Barco launched a ‘Wall-E’ project to ensure it could fulfil demand and guarantee quality. The project spanned several business areas and focused on improving demand management, increasing flexibility, fine-tuning suppliers’ lead times, improving quality and reliability, and reducing complexity.

Close involvement of the supply chain department in product design phases led to a portfolio of modular products with over 90% parts commonality for all digital projectors. Assessing supply chain design alongside product portfolio development allowed Barco to be first in its industry to put both a medium- and high-end line on the market. Modular designs meant that manufacturing plants could easily take on additional models. Postponement ensured operational excellence in manufacturing and a broad product range.

Barco also made sure that enough capacity was available in the extended supply chain to realise the necessary flex-up in production. As this was mostly a supplier issue, the supplier portfolio was rationalised and in-depth collaboration with the remaining strategic suppliers was set up. Barco brought in its own experts to improve processes at the supplier side, payment terms were revised and several quality projects were launched to minimise the number of defective units. Production planning was also shared and a Vendor Management Inventory (VMI) system implemented. By working closely with suppliers, Barco has built a high-quality, reliable end-to-end supply chain.

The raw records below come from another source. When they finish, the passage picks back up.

import { mostWhole } from './number-style';

/** The same as `spelled` of number-style.ts, over bytes; which decimals the number has, or -1 where it is no plain number. */
export const notPlainNumber = -1;

/** What `readPlain` read, as a whole number. A field of its own, because two results would be an object for each number. */
export const read = new Int32Array(1);

export function readPlain(bytes: Uint8Array, start: number, end: number, sign: number): number {
  const minus = bytes[start] === 45 && start < end ? 1 : 0;
  const begin = start + minus;
  const length = end - begin;
  if (length <= 0 || length > 10) return notPlainNumber;
  let whole = 0;
  let point = -1;
  for (let at = begin; at < end; at++) {
    const digit = bytes[at] - 48;
    if (digit >= 0 && digit <= 9) whole = (Math.imul(whole, 10) + digit) | 0;
    else if (digit === sign - 48 && point < 0 && at > begin) point = at;
    else return notPlainNumber;
  }
  const before = point < 0 ? length : point - begin;
  if (before === 10 || point === end - 1 || (before > 1 && bytes[begin] === 48)) return notPlainNumber;
  if (whole >= mostWhole || (minus === 1 && whole === 0)) return notPlainNumber;
  read[0] = minus === 1 ? -whole : whole;
  return point < 0 ? 0 : end - point - 1;
}

/**
 * Two hashes that stand for a plain number where whole rows are compared: different for different spellings, the same in every segment whatever
 * its style.
 */
export function numberHashOne(whole: number, decimals: number): number {
  const hash = Math.imul(whole, 0x9e37_79b1) + decimals;
  return hash ^ (hash >>> 15);
}
export function numberHashTwo(whole: number, decimals: number): number {
  const hash = Math.imul(whole ^ 0x5bd1_e995, 0x2545_f491) ^ decimals;
  return hash ^ (hash >>> 16);
}
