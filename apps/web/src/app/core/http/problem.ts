import { HttpErrorResponse } from '@angular/common/http';
import type { ProblemDetails } from '@tallystone/contracts/problems/schema';

type ProblemItem = ProblemDetails['problems'][number];

/**
 * An answer that did not succeed, as RFC 9457 problem details: a stable `code`, a message for people and every problem of the input
 * at once. Everything that reads or writes through HttpClient rejects with this type (see problemInterceptor).
 *
 * @example
 * catch (error) { if (error instanceof Problem && error.status === 412) this.showTheirsAndMine(); else throw error; }
 */
export class Problem extends Error {
  override readonly name = 'Problem';

  constructor(
    readonly status: number,
    readonly code: string,
    readonly title: string,
    readonly detail: string,
    readonly problems: readonly ProblemItem[] = [],
    /** Names this request in the server's log; shown wherever the problem is. */
    readonly requestId: string | null = null,
    readonly retryAfterSeconds: number | null = null,
    /** The whole body, for answers that carry more (the server's current state with a 412, for example). */
    readonly body: unknown = null,
  ) {
    super(detail || title);
  }

  /** The item whose `where.field` (or `where.path`) is this field, for messages beside a form control. */
  forField(field: string): ProblemItem | undefined {
    return this.problems.find((item) => item.where['field'] === field || item.where['path'] === field);
  }
}

/** What to say when the server gave no problem details: it was not reached, or something between it and here answered. */
const plain: Readonly<Record<number, { code: string; title: string; detail: string }>> = {
  0: {
    code: 'unreachable',
    title: 'The server cannot be reached',
    detail: 'Nothing was changed. Check the connection and try again.',
  },
  401: { code: 'signed-out', title: 'You are signed out', detail: 'Sign in again to go on.' },
  403: { code: 'forbidden', title: 'This is not open to you', detail: 'Ask an administrator if your work needs it.' },
  404: { code: 'not-found', title: 'Not found', detail: 'It does not exist, or it is not open to you.' },
  412: { code: 'stale', title: 'Someone changed this meanwhile', detail: 'Reload to see their change; yours was not saved.' },
  413: { code: 'too-large', title: 'Too large', detail: 'The server does not take a request of this size.' },
  429: { code: 'too-many', title: 'Too many attempts', detail: 'Wait a while, then try again.' },
  503: { code: 'unavailable', title: 'The service is not ready', detail: 'Nothing was changed. Try again in a few seconds.' },
};

function isProblemBody(body: unknown): body is Partial<ProblemDetails> {
  return typeof body === 'object' && body !== null && ('title' in body || 'code' in body || 'detail' in body);
}

/** Turns any failed answer into a Problem; text bodies and network failures included. */
export function problemFrom(response: HttpErrorResponse): Problem {
  let body: unknown = response.error;
  if (typeof body === 'string' && body.trimStart().startsWith('{')) {
    try {
      body = JSON.parse(body);
    } catch {
      body = null; // not JSON after all: fall through to the plain message for this status
    }
  }
  const fallback = plain[response.status] ?? {
    code: 'failed',
    title: 'That did not work',
    detail: `The server answered with status ${response.status}.`,
  };
  const given = isProblemBody(body) ? body : {};
  const retryAfter = Number(response.headers?.get('Retry-After') ?? Number.NaN);
  return new Problem(
    response.status,
    given.code ?? fallback.code,
    given.title ?? fallback.title,
    given.detail ?? (given.title === undefined ? fallback.detail : ''),
    Array.isArray(given.problems) ? given.problems : [],
    given.requestId ?? response.headers?.get('X-Request-Id') ?? null,
    Number.isFinite(retryAfter) ? retryAfter : null,
    body,
  );
}

/** Any thrown thing as a Problem, so that one problem list shows them all. */
export function asProblem(error: unknown): Problem {
  if (error instanceof Problem) return error;
  if (error instanceof HttpErrorResponse) return problemFrom(error);
  const message = error instanceof Error ? error.message : String(error);
  return new Problem(-1, 'unexpected', 'Something went wrong in this page', message);
}
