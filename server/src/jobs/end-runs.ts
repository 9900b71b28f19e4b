import type { ProblemItem } from '@tallystone/contracts/problems/schema';
import type { Transaction } from 'sequelize';
import type { Context } from '../context';
import { rows } from '../database/sql';
import { endRun, takeRunsOnRows } from './run-state';

/**
 * Ends every run that reads the rows of a sample, queued or under way, with the same problem. An attempt under way can write nothing from then on:
 * its fence is down. Its worker hears of it by the same channel as a cancellation and stops. What the handler of a run would clear away is the
 * caller's to clear.
 *
 * @returns how many there were
 */
export async function endRunsOnRows(context: Pick<Context, 'sequelize'>, tx: Transaction, sampleId: string, problem: ProblemItem): Promise<number> {
  const runs = await takeRunsOnRows(context, tx, sampleId);
  for (const run of runs) {
    await endRun(context, tx, run, undefined, { state: 'failed', outcome: 'failed', problem });
    await rows(context.sequelize, `SELECT pg_notify('tallystone_cancel', $1)`, [run.id], tx);
  }
  return runs.length;
}
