import { HttpErrorResponse, HttpHeaders } from '@angular/common/http';
import { Problem, asProblem, problemFrom } from './problem';

const answer = (status: number, error: unknown, headers: Record<string, string> = {}): HttpErrorResponse =>
  new HttpErrorResponse({ status, error, headers: new HttpHeaders(headers), url: '/api/models' });

describe('problemFrom', () => {
  it('keeps the code, the words, every single problem and the request id', () => {
    const problem = problemFrom(
      answer(422, {
        type: 'about:blank',
        title: 'The input has problems',
        status: 422,
        code: 'invalid',
        detail: '2 fields',
        problems: [
          { code: 'required', message: 'Fill this in', where: { field: 'name' } },
          { code: 'too-long', message: 'Use at most 120 characters', where: { path: 'owner' } },
        ],
        requestId: 'r-1',
      }),
    );
    expect(problem).toBeInstanceOf(Problem);
    expect(problem.code).toBe('invalid');
    expect(problem.problems).toHaveLength(2);
    expect(problem.forField('owner')?.code).toBe('too-long');
    expect(problem.forField('purpose')).toBeUndefined();
    expect(problem.requestId).toBe('r-1');
  });

  it('says that the server was not reached', () => {
    expect(problemFrom(answer(0, new ProgressEvent('error'))).code).toBe('unreachable');
  });

  it('reads problem details that arrived as text, and survives text that is none', () => {
    expect(problemFrom(answer(409, '{"title":"In the way","code":"conflict"}')).code).toBe('conflict');
    const page = problemFrom(answer(502, '<html>Bad gateway</html>'));
    expect(page.code).toBe('failed');
    expect(page.detail).toContain('502');
  });

  it('reads how long to wait', () => {
    expect(problemFrom(answer(429, null, { 'Retry-After': '30' })).retryAfterSeconds).toBe(30);
    expect(problemFrom(answer(429, null)).retryAfterSeconds).toBeNull();
  });
});

describe('asProblem', () => {
  it('passes problems on and wraps what this page threw', () => {
    const problem = new Problem(412, 'stale', 'Stale', '');
    expect(asProblem(problem)).toBe(problem);
    expect(asProblem(new TypeError('x is not a function'))).toMatchObject({ status: -1, detail: 'x is not a function' });
  });
});
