# Makes expected/delong_asah.json again. Debian: r-base-core r-cran-proc r-cran-jsonlite. Run in tests/reference: Rscript generators/delong_asah.R
library(pROC); library(jsonlite)
d <- read.csv("data/asah.csv")
names <- c("s100b", "wfns", "ndka")
curves <- lapply(setNames(names, names), function(v) roc(d$poor, d[[v]], direction = "<", quiet = TRUE))
paired <- function(a, b) { t <- roc.test(curves[[a]], curves[[b]], method = "delong", paired = TRUE); list(z = unname(t$statistic), p = t$p.value) }
out <- list(
  auc = lapply(curves, function(r) as.numeric(auc(r))),
  var_delong = lapply(curves, var),
  cov_delong = list(s100b_wfns = cov(curves$s100b, curves$wfns), s100b_ndka = cov(curves$s100b, curves$ndka), wfns_ndka = cov(curves$wfns, curves$ndka)),
  ci95_delong = lapply(curves, function(r) as.numeric(ci.auc(r))),
  paired_test = list(s100b_vs_wfns = paired("s100b", "wfns"), wfns_vs_ndka = paired("wfns", "ndka"), s100b_vs_ndka = paired("s100b", "ndka"))
)
cat(toJSON(out, digits = NA, auto_unbox = TRUE))
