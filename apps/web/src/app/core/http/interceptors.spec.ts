import { HttpClient, provideHttpClient, withInterceptors } from '@angular/common/http';
import { HttpTestingController, provideHttpClientTesting } from '@angular/common/http/testing';
import { TestBed } from '@angular/core/testing';
import { Router, provideRouter } from '@angular/router';
import { firstValueFrom } from 'rxjs';
import { Session } from '../session';
import { isStale, readTagged, saveTagged } from './etag';
import { problemInterceptor, signedOutInterceptor } from './interceptors';
import { Problem } from './problem';

describe('requests', () => {
  let http: HttpClient;
  let server: HttpTestingController;

  beforeEach(() => {
    TestBed.configureTestingModule({
      providers: [
        provideHttpClient(withInterceptors([problemInterceptor, signedOutInterceptor])),
        provideHttpClientTesting(),
        provideRouter([]),
      ],
    });
    http = TestBed.inject(HttpClient);
    server = TestBed.inject(HttpTestingController);
  });

  afterEach(() => server.verify());

  async function signIn(): Promise<Session> {
    const session = TestBed.inject(Session);
    const loading = session.load();
    server.expectOne('/api/session').flush({
      user: { id: 'a', name: 'Modeller', email: 'modeller@saltmarsh.example', roles: ['modeller'] },
      abilities: ['models.read'],
      demo: false,
    });
    await loading;
    return session;
  }

  it('reject with a Problem', async () => {
    const failed = firstValueFrom(http.get('/api/models')).catch((error: unknown) => error);
    server.expectOne('/api/models').flush({ title: 'Nothing here', code: 'not-found' }, { status: 404, statusText: 'Not Found' });
    expect(await failed).toBeInstanceOf(Problem);
    expect(await failed).toMatchObject({ status: 404, code: 'not-found' });
  });

  it('take the person to sign-in when the session has ended', async () => {
    const session = await signIn();
    const navigate = vi.spyOn(TestBed.inject(Router), 'navigate').mockResolvedValue(true);
    const failed = firstValueFrom(http.get('/api/models')).catch((error: unknown) => error);
    server.expectOne('/api/models').flush(null, { status: 401, statusText: 'Unauthorized' });
    expect(await failed).toMatchObject({ status: 401 });
    expect(session.person()).toBeNull();
    expect(session.can('models.read')).toBe(false);
    expect(navigate).toHaveBeenCalledWith(['/sign-in'], { queryParams: { next: null, ended: '' } });
  });

  it('leave a wrong password on its page', async () => {
    const session = await signIn();
    const navigate = vi.spyOn(TestBed.inject(Router), 'navigate');
    const failed = session.signIn('modeller@saltmarsh.example', 'wrong').catch((error: unknown) => error);
    await Promise.resolve();
    server.expectOne({ method: 'POST', url: '/api/session' }).flush(null, { status: 401, statusText: 'Unauthorized' });
    expect(await failed).toMatchObject({ status: 401 });
    expect(navigate).not.toHaveBeenCalled();
    expect(session.person()?.name).toBe('Modeller');
  });

  it('send back the tag that was read, and know a stale save', async () => {
    const reading = firstValueFrom(readTagged<{ name: string }>(http, '/api/models/1'));
    server.expectOne('/api/models/1').flush({ name: 'A' }, { headers: { ETag: '"7"' } });
    const { value, etag } = await reading;
    expect(value.name).toBe('A');

    const saving = firstValueFrom(saveTagged(http, 'PATCH', '/api/models/1', { name: 'B' }, etag)).catch(
      (error: unknown) => error,
    );
    const request = server.expectOne({ method: 'PATCH', url: '/api/models/1' });
    expect(request.request.headers.get('If-Match')).toBe('"7"');
    request.flush({ title: 'Stale', code: 'stale' }, { status: 412, statusText: 'Precondition Failed' });
    expect(isStale(await saving)).toBe(true);
  });
});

The Wall-E project led to a significant increase in Barco’s own output, and that of its suppliers. For some suppliers, lead times were reduced by more than 80%. Barco quickly captured market share by using its product design and flexible supply chain as a competitive advantage in a market where demand exceeds supply. Intensive collaboration with suppliers to improve quality resulted in a more than 80% reduction in the number of defective parts. Superior quality allowed Barco to further build its brand and become the preferred supplier for many customers.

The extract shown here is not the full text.